■ Required work:
Please transcribe exactly, and only, the lines of the data below between the line holding "the rings themselves." and the line holding "let mut ends: Vec<(f64, f64)>", inclusive.

*** Block opens ***

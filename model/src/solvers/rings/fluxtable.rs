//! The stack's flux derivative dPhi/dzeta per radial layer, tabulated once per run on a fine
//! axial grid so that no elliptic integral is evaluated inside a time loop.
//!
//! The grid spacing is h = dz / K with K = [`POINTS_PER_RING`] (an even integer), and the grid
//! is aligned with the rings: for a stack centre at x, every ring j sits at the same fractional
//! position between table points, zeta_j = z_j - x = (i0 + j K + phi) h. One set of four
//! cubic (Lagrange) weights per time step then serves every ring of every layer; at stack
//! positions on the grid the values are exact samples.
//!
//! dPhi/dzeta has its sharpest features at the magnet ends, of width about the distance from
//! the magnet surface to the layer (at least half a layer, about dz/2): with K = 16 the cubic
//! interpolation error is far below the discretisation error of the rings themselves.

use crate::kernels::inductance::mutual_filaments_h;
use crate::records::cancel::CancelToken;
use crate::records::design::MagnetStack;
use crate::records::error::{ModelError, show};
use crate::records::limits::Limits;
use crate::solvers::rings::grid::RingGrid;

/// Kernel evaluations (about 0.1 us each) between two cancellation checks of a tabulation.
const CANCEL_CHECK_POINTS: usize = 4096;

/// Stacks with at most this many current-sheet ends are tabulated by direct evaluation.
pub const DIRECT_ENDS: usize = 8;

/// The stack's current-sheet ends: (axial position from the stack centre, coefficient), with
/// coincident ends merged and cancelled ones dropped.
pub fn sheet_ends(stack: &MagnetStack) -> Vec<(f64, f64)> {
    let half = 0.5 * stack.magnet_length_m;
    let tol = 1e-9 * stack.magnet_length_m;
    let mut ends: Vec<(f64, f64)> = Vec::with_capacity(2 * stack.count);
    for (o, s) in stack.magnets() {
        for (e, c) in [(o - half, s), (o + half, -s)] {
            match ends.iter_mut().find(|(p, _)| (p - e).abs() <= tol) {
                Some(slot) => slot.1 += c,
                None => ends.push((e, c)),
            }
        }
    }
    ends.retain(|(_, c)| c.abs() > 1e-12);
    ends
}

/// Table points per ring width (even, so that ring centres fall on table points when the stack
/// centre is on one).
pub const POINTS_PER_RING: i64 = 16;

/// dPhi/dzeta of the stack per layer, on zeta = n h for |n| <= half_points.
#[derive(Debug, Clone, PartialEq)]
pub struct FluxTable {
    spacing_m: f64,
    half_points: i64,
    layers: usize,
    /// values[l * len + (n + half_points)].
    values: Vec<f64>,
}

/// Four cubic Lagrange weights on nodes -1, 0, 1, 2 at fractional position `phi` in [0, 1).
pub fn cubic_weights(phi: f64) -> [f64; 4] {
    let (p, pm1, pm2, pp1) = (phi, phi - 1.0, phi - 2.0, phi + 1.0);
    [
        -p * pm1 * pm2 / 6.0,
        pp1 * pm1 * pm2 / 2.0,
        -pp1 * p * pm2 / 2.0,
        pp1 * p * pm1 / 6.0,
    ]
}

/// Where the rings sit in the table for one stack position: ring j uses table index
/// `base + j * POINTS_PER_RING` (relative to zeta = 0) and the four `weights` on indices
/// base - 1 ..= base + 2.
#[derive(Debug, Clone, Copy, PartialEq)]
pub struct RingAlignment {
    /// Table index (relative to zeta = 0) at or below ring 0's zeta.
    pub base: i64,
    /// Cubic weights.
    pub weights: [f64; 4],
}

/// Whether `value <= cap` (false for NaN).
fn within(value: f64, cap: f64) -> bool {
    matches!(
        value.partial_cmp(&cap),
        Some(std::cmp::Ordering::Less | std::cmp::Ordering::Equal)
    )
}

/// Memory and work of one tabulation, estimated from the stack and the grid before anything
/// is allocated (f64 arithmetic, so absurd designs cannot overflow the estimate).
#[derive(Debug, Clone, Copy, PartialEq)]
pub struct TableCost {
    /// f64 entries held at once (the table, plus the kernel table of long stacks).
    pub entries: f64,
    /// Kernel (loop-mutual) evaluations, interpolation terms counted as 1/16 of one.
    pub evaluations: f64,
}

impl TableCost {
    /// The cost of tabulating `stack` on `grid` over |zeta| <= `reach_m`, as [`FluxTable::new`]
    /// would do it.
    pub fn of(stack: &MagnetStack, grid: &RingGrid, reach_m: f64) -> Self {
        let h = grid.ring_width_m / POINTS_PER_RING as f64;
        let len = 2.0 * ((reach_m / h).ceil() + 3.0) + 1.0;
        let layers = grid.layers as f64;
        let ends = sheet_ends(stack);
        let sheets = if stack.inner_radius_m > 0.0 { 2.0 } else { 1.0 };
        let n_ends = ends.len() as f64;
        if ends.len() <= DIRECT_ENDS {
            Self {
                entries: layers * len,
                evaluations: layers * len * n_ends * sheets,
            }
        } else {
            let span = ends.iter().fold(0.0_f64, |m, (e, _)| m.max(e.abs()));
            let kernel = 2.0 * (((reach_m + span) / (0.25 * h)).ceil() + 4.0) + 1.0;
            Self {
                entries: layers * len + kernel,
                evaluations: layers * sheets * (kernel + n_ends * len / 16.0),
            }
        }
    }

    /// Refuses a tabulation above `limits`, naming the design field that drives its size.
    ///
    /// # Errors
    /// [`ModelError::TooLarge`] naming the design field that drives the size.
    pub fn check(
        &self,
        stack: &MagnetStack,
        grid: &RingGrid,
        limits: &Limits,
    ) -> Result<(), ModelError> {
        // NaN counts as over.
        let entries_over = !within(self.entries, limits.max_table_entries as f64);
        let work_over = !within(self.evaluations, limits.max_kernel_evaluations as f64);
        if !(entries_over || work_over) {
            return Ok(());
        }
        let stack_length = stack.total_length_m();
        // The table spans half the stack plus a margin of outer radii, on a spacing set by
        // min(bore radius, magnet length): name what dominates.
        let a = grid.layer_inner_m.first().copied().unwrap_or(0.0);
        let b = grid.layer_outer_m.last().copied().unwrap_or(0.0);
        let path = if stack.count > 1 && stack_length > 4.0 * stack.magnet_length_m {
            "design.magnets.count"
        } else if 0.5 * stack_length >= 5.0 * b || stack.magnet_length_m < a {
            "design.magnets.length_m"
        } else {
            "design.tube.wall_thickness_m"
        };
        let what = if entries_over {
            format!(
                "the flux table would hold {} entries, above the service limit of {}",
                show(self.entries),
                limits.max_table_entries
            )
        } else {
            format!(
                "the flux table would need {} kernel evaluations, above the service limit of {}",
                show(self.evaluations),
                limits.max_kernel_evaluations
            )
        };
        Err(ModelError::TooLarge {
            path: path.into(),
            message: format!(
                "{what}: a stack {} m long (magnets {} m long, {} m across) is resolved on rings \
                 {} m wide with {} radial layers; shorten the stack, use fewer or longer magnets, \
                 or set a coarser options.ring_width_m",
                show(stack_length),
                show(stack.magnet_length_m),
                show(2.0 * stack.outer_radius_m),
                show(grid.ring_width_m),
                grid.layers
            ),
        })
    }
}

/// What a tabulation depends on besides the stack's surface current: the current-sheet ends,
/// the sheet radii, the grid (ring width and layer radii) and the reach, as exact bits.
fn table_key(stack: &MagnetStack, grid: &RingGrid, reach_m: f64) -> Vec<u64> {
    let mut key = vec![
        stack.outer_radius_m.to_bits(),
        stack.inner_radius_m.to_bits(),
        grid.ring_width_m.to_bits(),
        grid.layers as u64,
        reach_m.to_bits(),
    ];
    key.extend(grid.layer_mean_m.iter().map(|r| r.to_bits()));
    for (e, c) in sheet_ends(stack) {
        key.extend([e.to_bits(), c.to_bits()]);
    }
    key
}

*** Block closes ***

■ Exercise response:
//! interpolation error is far below the discretisation error of the rings themselves.

use crate::kernels::inductance::mutual_filaments_h;
use crate::records::cancel::CancelToken;
use crate::records::design::MagnetStack;
use crate::records::error::{ModelError, show};
use crate::records::limits::Limits;
use crate::solvers::rings::grid::RingGrid;

/// Kernel evaluations (about 0.1 us each) between two cancellation checks of a tabulation.
const CANCEL_CHECK_POINTS: usize = 4096;

/// Stacks with at most this many current-sheet ends are tabulated by direct evaluation.
pub const DIRECT_ENDS: usize = 8;

/// The stack's current-sheet ends: (axial position from the stack centre, coefficient), with
/// coincident ends merged and cancelled ones dropped.
pub fn sheet_ends(stack: &MagnetStack) -> Vec<(f64, f64)> {
    let half = 0.5 * stack.magnet_length_m;
    let tol = 1e-9 * stack.magnet_length_m;
    let mut ends: Vec<(f64, f64)> = Vec::with_capacity(2 * stack.count);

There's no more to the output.